╭─ Data in this exercise
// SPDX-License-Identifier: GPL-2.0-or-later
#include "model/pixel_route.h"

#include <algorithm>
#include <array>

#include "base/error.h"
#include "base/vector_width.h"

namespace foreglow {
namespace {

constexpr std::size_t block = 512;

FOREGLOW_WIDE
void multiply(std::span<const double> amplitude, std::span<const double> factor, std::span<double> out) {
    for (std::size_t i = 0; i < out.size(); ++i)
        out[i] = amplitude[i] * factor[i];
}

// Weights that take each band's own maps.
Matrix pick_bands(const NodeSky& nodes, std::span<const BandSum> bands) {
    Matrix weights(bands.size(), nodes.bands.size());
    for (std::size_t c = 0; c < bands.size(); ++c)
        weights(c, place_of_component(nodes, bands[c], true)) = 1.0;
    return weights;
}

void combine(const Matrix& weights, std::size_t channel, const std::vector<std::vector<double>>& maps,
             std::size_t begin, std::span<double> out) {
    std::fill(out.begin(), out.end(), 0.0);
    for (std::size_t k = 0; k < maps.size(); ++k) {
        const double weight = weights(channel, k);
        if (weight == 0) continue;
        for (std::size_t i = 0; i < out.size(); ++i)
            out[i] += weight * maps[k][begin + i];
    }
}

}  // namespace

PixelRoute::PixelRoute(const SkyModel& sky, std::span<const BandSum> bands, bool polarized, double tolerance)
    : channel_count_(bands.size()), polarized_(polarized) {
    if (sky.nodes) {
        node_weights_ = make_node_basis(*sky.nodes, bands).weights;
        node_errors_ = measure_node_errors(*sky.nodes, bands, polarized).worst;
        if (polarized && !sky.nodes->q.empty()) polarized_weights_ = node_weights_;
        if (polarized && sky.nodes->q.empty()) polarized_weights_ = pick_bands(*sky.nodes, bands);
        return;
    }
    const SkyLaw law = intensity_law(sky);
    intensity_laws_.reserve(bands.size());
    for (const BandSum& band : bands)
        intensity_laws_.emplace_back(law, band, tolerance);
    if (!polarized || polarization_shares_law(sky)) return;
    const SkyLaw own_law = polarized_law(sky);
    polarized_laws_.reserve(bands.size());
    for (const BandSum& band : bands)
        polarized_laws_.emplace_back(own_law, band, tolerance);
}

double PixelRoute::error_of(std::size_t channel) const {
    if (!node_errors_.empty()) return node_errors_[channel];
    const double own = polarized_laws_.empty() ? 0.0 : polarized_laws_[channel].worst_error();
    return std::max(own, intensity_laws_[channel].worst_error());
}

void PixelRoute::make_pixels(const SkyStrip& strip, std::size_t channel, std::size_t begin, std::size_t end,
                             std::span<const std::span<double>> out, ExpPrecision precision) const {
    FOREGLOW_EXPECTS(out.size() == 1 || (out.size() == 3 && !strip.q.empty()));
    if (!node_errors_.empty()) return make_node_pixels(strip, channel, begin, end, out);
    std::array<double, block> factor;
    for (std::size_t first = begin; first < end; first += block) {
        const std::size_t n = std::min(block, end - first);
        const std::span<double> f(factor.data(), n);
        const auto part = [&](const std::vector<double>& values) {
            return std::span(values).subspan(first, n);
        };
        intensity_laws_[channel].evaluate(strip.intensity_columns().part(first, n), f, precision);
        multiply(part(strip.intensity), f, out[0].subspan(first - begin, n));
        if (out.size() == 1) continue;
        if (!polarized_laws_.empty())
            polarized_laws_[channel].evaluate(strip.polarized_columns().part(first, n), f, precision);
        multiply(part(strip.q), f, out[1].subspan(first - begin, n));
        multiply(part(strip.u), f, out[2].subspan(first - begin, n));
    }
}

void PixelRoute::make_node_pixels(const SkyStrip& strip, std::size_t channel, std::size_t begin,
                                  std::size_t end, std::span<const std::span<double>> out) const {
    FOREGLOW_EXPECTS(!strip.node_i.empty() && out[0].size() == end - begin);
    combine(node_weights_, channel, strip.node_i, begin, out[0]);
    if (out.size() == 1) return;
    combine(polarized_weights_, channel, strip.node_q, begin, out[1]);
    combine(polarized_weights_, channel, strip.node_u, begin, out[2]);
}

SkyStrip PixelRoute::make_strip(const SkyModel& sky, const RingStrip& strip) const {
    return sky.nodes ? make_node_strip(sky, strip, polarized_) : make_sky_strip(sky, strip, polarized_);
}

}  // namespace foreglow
╰─
╭─ Data in this exercise
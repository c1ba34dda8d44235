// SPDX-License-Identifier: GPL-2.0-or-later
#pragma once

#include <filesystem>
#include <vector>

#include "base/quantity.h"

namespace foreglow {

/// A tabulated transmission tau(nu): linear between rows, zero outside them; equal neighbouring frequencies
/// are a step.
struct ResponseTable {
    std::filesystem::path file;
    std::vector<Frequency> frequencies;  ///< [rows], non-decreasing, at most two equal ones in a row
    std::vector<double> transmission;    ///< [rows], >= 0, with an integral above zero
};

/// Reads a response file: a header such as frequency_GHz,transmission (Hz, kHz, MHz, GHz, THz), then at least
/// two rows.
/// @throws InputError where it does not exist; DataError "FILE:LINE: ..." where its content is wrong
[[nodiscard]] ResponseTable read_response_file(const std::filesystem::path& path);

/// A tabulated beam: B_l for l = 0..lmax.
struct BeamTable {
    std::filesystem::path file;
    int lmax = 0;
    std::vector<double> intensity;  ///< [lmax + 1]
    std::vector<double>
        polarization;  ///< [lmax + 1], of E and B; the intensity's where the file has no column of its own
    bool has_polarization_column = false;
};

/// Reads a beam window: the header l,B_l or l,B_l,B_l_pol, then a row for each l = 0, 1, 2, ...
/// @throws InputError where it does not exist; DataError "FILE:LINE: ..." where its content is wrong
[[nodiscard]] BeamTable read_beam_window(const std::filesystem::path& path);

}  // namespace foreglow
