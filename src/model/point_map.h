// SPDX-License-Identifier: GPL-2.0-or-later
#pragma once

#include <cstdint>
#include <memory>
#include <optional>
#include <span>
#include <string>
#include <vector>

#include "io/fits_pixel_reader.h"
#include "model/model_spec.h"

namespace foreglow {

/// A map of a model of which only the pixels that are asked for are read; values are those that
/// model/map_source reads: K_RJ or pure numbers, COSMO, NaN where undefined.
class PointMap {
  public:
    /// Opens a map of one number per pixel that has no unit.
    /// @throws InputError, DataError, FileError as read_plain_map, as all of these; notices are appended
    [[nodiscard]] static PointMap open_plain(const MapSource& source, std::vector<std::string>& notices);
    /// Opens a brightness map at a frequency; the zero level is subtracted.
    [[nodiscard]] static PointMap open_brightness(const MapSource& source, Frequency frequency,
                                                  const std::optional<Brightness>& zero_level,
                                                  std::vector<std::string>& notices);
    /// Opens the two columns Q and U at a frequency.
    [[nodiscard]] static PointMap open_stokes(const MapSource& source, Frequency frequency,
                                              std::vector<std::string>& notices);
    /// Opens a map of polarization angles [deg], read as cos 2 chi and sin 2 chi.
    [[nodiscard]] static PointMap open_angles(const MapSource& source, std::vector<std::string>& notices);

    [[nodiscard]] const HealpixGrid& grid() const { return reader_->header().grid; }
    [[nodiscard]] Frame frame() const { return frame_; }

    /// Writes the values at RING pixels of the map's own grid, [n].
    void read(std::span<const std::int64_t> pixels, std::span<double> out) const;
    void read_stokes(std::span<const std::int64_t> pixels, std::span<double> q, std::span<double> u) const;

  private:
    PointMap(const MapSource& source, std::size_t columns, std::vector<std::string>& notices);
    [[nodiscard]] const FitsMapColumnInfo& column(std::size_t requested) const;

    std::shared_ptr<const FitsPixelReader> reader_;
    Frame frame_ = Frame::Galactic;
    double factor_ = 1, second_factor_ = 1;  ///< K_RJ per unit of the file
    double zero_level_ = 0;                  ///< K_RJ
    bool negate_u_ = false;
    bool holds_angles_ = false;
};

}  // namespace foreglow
╰─
╭─ Data in this exercise
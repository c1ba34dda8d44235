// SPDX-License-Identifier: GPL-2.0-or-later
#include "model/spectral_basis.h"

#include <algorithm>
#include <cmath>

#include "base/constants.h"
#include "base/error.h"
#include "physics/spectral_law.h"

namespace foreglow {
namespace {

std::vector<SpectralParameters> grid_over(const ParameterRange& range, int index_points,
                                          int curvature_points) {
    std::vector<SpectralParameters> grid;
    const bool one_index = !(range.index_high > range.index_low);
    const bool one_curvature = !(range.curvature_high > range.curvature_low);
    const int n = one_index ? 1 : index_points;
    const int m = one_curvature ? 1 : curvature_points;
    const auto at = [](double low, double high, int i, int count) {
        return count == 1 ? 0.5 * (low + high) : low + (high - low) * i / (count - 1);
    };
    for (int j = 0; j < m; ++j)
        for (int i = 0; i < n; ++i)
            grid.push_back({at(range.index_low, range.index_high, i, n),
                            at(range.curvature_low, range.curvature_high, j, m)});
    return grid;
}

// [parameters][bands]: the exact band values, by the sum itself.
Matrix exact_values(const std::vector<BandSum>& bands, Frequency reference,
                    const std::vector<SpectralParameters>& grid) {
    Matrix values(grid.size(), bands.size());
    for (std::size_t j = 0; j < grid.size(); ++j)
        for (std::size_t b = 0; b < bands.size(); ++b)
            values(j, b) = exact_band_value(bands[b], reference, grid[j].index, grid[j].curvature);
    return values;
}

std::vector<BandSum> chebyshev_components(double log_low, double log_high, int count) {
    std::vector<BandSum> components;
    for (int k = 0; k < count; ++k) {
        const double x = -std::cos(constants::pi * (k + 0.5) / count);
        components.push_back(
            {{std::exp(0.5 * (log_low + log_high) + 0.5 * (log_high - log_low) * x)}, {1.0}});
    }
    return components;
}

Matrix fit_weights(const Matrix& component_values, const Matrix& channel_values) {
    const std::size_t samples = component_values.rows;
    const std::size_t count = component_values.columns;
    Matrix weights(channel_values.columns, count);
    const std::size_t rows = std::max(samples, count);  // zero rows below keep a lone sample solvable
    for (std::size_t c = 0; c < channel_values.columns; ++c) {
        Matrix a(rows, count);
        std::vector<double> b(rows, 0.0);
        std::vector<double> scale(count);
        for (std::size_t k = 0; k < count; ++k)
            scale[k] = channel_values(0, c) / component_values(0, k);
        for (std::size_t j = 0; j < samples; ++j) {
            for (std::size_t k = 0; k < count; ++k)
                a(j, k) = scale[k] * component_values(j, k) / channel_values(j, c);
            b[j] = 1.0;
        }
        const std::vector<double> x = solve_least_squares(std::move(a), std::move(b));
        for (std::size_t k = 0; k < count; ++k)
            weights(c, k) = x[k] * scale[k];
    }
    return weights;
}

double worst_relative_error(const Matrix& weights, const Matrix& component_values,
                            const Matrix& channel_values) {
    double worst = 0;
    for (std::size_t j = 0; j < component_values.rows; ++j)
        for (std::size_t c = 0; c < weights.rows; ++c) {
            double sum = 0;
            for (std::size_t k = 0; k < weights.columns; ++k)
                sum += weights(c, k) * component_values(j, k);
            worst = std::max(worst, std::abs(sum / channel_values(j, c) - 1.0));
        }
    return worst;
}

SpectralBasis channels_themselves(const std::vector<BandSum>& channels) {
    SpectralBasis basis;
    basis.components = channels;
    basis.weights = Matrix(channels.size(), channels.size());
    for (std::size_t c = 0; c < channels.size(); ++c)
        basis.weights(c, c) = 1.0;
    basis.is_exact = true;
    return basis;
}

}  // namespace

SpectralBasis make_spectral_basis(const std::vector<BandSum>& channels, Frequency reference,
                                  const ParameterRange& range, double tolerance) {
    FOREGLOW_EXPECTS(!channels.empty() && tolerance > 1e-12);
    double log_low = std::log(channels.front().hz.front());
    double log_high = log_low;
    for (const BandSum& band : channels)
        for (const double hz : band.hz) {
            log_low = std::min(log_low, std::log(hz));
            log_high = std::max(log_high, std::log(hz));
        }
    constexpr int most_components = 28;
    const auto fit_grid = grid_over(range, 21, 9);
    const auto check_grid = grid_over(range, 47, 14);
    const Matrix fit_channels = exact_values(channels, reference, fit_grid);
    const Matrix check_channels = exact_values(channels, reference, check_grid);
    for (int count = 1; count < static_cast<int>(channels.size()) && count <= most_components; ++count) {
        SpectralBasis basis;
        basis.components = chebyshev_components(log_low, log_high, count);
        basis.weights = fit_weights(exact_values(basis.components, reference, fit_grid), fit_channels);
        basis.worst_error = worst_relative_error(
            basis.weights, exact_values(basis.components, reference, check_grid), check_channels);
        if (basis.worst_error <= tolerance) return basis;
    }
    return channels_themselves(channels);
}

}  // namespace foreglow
╰─
== Exercise aim ==
Scan the preceding listing for the string "notices" and copy every line where it occurs.

== Result of this exercise ==
    /// @throws InputError, DataError, FileError as read_plain_map, as all of these; notices are appended
    [[nodiscard]] static PointMap open_plain(const MapSource& source, std::vector<std::string>& notices);
                                                  std::vector<std::string>& notices);
                                              std::vector<std::string>& notices);
    [[nodiscard]] static PointMap open_angles(const MapSource& source, std::vector<std::string>& notices);
    PointMap(const MapSource& source, std::size_t columns, std::vector<std::string>& notices);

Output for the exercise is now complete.